Aim of the exercise »
In the records below, find the line containing "scope.fleetId), eq(fleets.version, version)))"; restate it and every later line word for word, through the last.

Input data »
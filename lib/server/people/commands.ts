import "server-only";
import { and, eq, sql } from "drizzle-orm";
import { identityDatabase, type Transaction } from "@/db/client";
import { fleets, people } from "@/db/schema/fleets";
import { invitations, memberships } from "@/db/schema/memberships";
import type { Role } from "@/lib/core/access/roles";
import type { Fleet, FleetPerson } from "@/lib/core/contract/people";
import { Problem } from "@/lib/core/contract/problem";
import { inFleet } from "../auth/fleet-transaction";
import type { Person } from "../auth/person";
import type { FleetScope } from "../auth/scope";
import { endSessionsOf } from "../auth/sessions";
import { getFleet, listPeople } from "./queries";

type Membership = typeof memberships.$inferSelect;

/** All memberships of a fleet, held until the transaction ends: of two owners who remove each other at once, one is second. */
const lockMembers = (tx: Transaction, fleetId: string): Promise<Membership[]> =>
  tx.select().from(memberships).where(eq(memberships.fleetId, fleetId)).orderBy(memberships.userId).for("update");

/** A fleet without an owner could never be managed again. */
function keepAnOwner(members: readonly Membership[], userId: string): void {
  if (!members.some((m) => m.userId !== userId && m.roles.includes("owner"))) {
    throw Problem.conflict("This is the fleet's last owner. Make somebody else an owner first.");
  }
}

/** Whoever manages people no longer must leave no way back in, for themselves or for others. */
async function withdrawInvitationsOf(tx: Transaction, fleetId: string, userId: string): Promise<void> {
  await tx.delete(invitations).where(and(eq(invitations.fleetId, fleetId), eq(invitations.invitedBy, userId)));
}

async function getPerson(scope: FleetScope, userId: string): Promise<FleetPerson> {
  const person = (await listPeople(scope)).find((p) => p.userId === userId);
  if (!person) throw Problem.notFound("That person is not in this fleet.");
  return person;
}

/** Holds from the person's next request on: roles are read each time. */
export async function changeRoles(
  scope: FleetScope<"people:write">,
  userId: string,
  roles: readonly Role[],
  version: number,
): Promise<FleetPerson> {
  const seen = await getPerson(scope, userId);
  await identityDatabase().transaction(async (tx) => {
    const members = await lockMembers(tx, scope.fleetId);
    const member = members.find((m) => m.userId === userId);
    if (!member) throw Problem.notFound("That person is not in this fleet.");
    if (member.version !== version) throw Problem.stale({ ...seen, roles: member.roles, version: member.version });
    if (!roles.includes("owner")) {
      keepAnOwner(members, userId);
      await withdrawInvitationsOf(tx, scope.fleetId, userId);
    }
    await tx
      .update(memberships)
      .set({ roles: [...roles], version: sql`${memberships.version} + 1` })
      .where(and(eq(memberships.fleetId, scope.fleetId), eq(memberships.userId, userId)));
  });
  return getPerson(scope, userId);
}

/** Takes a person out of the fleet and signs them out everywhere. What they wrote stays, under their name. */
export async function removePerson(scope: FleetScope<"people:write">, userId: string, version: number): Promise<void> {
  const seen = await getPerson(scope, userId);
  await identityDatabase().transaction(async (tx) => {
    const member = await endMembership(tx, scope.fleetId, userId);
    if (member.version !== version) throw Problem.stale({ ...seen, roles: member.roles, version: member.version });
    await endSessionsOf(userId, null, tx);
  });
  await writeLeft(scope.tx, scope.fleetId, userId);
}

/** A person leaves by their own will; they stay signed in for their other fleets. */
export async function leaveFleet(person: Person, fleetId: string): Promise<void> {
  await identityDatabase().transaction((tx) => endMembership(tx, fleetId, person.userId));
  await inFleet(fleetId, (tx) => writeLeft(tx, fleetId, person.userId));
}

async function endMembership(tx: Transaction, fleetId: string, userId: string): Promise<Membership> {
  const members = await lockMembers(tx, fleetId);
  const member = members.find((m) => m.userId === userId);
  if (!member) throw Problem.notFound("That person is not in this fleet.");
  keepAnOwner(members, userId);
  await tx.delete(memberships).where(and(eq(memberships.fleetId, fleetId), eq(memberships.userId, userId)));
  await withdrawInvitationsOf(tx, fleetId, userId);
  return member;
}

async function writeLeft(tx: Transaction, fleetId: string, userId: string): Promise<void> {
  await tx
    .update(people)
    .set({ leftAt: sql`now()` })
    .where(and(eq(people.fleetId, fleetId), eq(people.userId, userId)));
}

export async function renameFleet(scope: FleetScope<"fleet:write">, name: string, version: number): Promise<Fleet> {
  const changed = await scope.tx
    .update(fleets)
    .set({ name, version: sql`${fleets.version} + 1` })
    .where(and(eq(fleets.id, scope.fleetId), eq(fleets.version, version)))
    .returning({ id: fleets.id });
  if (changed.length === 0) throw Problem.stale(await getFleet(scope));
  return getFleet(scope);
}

Solution for this task »
    .where(and(eq(fleets.id, scope.fleetId), eq(fleets.version, version)))
    .returning({ id: fleets.id });
  if (changed.length === 0) throw Problem.stale(await getFleet(scope));
  return getFleet(scope);
}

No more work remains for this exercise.